The only population of youth that has grown substantially since the age of the Baby Boomers in 1968 is Latinx. They were born in the U.S. and go to college before entering the workforce.

In the 2018 midterm elections, millions more Latinx voted than in 2014.

According to Pew, "Latinos made up an estimated 11 percent of all voters nationwide on Election Day, nearly matching their share of the U.S. eligible voter population."

Exit polls for the midterms this year said 67% of youth overall voted for a House Democratic candidate and just 32% for a House Republican candidate, according to The Center for Information and Research on Civic Learning and Engagement.

Thirty-eight women of color — Black, Latinx, Native American — won seats of real power—including the youngest Congresswoman, Alexandria Oscario-Cortez, 29, a Latina.

However, Democrats lost Texas and Florida because they didn't pay attention to voter decline among Latinx (36.5 percent) across the country.

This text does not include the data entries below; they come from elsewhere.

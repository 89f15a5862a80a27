"""Speed and accuracy of specan.velocity.measure.

1. Against ``specutils.analysis.template_correlate`` on the same inputs: the Kurucz model Sun
   (``rms-solar``, vacuum, R = 2000) shifted to random velocities, sampled on linear pixels
   with photon noise, and the same noiseless model at rest on the same pixels as the template.
   specutils returns the correlation and lags; its velocity is the lag of the maximum refined
   by a parabola through three points (common practice). Time per spectrum and the scatter of
   (measured - true) are printed for both.
2. Scatter / Cramer-Rao bound for a pure shift (computed from the noiseless model and the
   noise) by S/N and resolving power, matched template.
3. ``--speed``: ms per 4,000-pixel spectrum, side by side in one run: specan with no template
   (every built-in template scored, velocity and error budget) against
   ``specutils.analysis.template_correlate`` with one template (the Kurucz model at rest).
4. ``--user``: the user's path with no template: the Kurucz Sun times an unknown smooth
   response (not normalised; error arrays on half the spectra), R 1,000-5,000, S/N 10-200,
   +-900 km/s: bias (also in % of a resolution element), scatter / Cramer-Rao bound (from the
   noiseless input; Bouchy, Pepe & Queloz 2001), and the pulls (measured - true) / rv_err:
   their sd about their mean and their rms about zero (which also counts the bias).
5. ``--other-types``: specan's synthetic stars of types the synthetic grid lacks, same figures; on specan's
   own pixels (2.5 a FWHM) and on the user path's linear pixels (finer than the velocity grid in the red).
6. ``--floor``: where the time of one velocity goes (the speed test's spectra, steady state): CPU
   ms of each step of ``velocity.measure``, and of the transforms inside (FFTs, spline solves), and the
   Python and C function calls a spectrum makes (each has a cost of its own whatever its arrays' size);
   ``--night-set``: the same on ``bench_pipeline.py``'s 40 spectra (read and prepared, with the
   barycentric correction and the Galactic rest frame).
7. ``--neighbours``: the automatic choice tries the neighbouring synthetic types of the best grid
   type only where they can enter the mixture (``specan.velocity.choice.NEIGHBOUR_GAIN``): on the
   speed test's spectra, ``bench_pipeline.py``'s 40, the demo night, synthetic stars off the grid, the
   JHC (1984) library and MILES stars without their own groups' templates (where present), how far the
   neighbours came above the best grid type (all tried), how often they were skipped, whether any
   choice (templates, weights) or velocity changed, and the CPU time with and without the skip.
8. ``--miles``: MILES library stars (``../shared/reference/miles``, at rest in the library's
   frame), each measured without the library templates whose group it belongs to.
9. ``--kurucz``: the noiseless Kurucz Sun at rest (and at -640, +35, +820 km/s), R 1,000, 2,000 and
   5,000 (the model file is R ~ 2000: "5,000" is R 2000 data declared finer), no template: the
   bias of the default choice (and the R it was measured at: the stated one, or the one the correlation's
   width shows where that is coarser), and of each library template alone (``library:<name>``) with the
   zero point the file gives it; the check of the templates' laboratory zero points (the Kurucz
   model is static, its lines at laboratory wavelengths; it is not used to set them).
10. ``--against DIR``: the speed test's spectra measured by this checkout's specan and by the specan of
   another checkout ``DIR`` (e.g. ``git archive <commit> | tar -x -C DIR``) in one process, each
   spectrum by both in turn (the order alternating): CPU ms per spectrum of each and their ratio, with
   the load drift of a shared machine cancelled (runs in separate processes differ by +-20% here); the same
   on ``bench_pipeline.py``'s spectra as the night run calls the stage (no error array, barycentric); then
   on how many of the speed test's, ``bench_pipeline.py``'s, the demo night's, the JHC (1984) and the
   MILES inputs (own groups out) the best template, the mixture (names, weights) or the velocity (by more
   than 0.05 of its error) differ between the two, and by how much at most; and on how many any number of
   the result (velocities, errors, weights, scores, the CCF) differs in any bit ("any bit moved").

11. ``--noise``: the noise error without an error array (the flux's own noise) against with one, on
   inputs of known noise: the Kurucz Sun (photon and constant noise, R 1,000-5,000, S/N 10-300) and
   MILES stars with white noise added; the velocity's scatter over realisations / the noise error.

12. ``--bias-parts``: where the user path's bias at R 2000 comes from, on many realisations (``--quick``: 60 a
   cell, else 400; the standard error is printed): the Kurucz Sun x a smooth response at S/N 10-100 and noiseless,
   error arrays on every other spectrum, no template; the bias, and for each template of the mixtures its mean
   weight, its own velocity's bias and its share of the bias (weight x bias); then one library template
   alone (``library:G8 V``), with and without error arrays, to separate the choice from the rest.

13. ``--pull-parts``: the off-grid synthetic types of ``--other-types`` one type at a time (R 2000, S/N 100,
   12 velocities a type, ``--quick`` 6), on specan's own pixels and on linear ones: each type's mean offset and its
   scatter about it against the error budget's parts, the pulls' sd within each type and over all.

Run:  python benchmarks/bench_velocity.py [--quick] [--speed] [--floor] [--night-set] [--user] [--other-types] [--neighbours]
      [--miles] [--kurucz] [--noise] [--bias-parts] [--pull-parts] [--against DIR]

Timings depend on the machine's load; on a shared machine OPENBLAS_NUM_THREADS=1 avoids BLAS
threads fighting other processes (the figures in the issue-4 report were measured that way).
"""

from __future__ import annotations

import os
import sys
import time
from pathlib import Path

import astropy.units as u
import numpy as np
from astropy.nddata import StdDevUncertainty
from scipy import fft as sfft
from scipy.interpolate import make_interp_spline
from scipy.ndimage import gaussian_filter1d
from specutils import Spectrum

from specan import velocity
from specan.obsinfo import META_KEY, ObsInfo

C_KMS = 299792.458  # km/s, exact (SI definition of the metre)
KMS = u.km / u.s
R_KURUCZ = 2000.0


def kurucz():
    """Band-limited (8x FFT-upsampled) Kurucz solar model, normalised, on ln(lambda_vac)."""
    import solar

    path = Path(solar.__file__).parent / "data_files" / "kurucz-fsunallp.2000resam125.txt"
    d = np.loadtxt(path)
    w = d[:, 0] * 10.0
    keep = (w > 3000) & (w < 10000)
    w, f, c = w[keep], d[keep, 1], d[keep, 2]
    lnw = np.log(w)
    step = (lnw[-1] - lnw[0]) / (lnw.size - 1)
    y = f / c - 1.0
    fine = sfft.irfft(sfft.rfft(y), y.size * 8) * 8
    grid = lnw[0] + step / 8 * np.arange(fine.size)
    cache = {}

    def model(r):
        if r not in cache:
            yy = fine
            if r < R_KURUCZ:
                yy = gaussian_filter1d(fine, np.sqrt(1 / r**2 - 1 / R_KURUCZ**2) / 2.3548 / (step / 8))
            sel = (grid > np.log(3300)) & (grid < np.log(9600))
            cache[r] = make_interp_spline(grid[sel], 1.0 + yy[sel], k=3)
        return cache[r]

    return model


def pixels(r, lo=3850.0, hi=8650.0):
    return np.arange(lo, hi, lo / (r * 2.5))


def observe(model, r, v, snr=None, seed=0):
    pix = pixels(r)
    flux = model(r)(np.log(pix) - np.log(velocity.doppler_factor(v * KMS)))
    unc = None
    if snr is not None:
        sig = np.sqrt(np.clip(flux, 1e-3, None)) / snr
        flux = flux + np.random.default_rng(seed).normal(size=flux.size) * sig
        unc = StdDevUncertainty(sig)
    info = ObsInfo(object="Kurucz Sun", medium="vacuum", medium_assumed=False, resolving_power=r, normalized=True)
    return Spectrum(flux=flux * u.dimensionless_unscaled, spectral_axis=pix * u.AA, uncertainty=unc,
                    meta={META_KEY: info})


def crb(model, r, v, snr):
    clean = observe(model, r, v).flux.value
    d = (observe(model, r, v + 0.5).flux.value - observe(model, r, v - 0.5).flux.value) / 1.0
    return 1.0 / np.sqrt(np.sum((d / (np.sqrt(clean) / snr)) ** 2))


def specutils_velocity(obs, tmpl, method="direct", subtract_continuum=False):
    from specutils.analysis import template_correlate

    if subtract_continuum:
        obs = Spectrum(flux=obs.flux - 1 * u.dimensionless_unscaled, spectral_axis=obs.spectral_axis,
                       uncertainty=obs.uncertainty)
        tmpl = Spectrum(flux=tmpl.flux - 1 * u.dimensionless_unscaled, spectral_axis=tmpl.spectral_axis)
    corr, lag = template_correlate(obs, tmpl, method=method)
    c, lg = np.asarray(corr.value), np.asarray(lag.to_value(KMS))
    i = int(np.argmax(c))
    y0, y1, y2 = c[i - 1], c[i], c[i + 1]
    d = 0.5 * (y0 - y2) / (y0 - 2 * y1 + y2)
    return lg[i] + d * (lg[i + 1] - lg[i - 1]) / 2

Pews' analysis on changing demographics correlates with author Steve Phillips' discussion in "Brown Is the New White," which explains that people of color and white progressive voters are America's new majority.

Democratic candidates of color and women (Stacey Abrams, Andrew Gillum, Hillary Clinton, and Barack Obama) have outperformed previous candidates in statewide elections in Florida and Georgia over the last 20 years, Phillips wrote in a recent New York Times column. Abrams garnered more votes than any other Democrat in Georgia's history.

Phillips says Obama's playbook is what wins: mobilization over persuasion, along with inspiring people of all races to vote, and being strong in their positions on racism, Medicaid expansion, criminal justice reform and gun control.

"Yes, the strategy of mobilizing voters of color and progressive whites is limited by the demographic composition of particular states. But what Mr. Obama showed twice is that it works in enough places to win the White House. And that is exactly the next electoral challenge."

Phillips said, "These campaigns laid the groundwork for future Democratic success, because the thousands of volunteers, operatives and new voters will pay dividends for the 2020 Democratic nominee."

Reader Question: Do you think the 2020 candidates will tailor their approach to meet the demands of a diverse generation?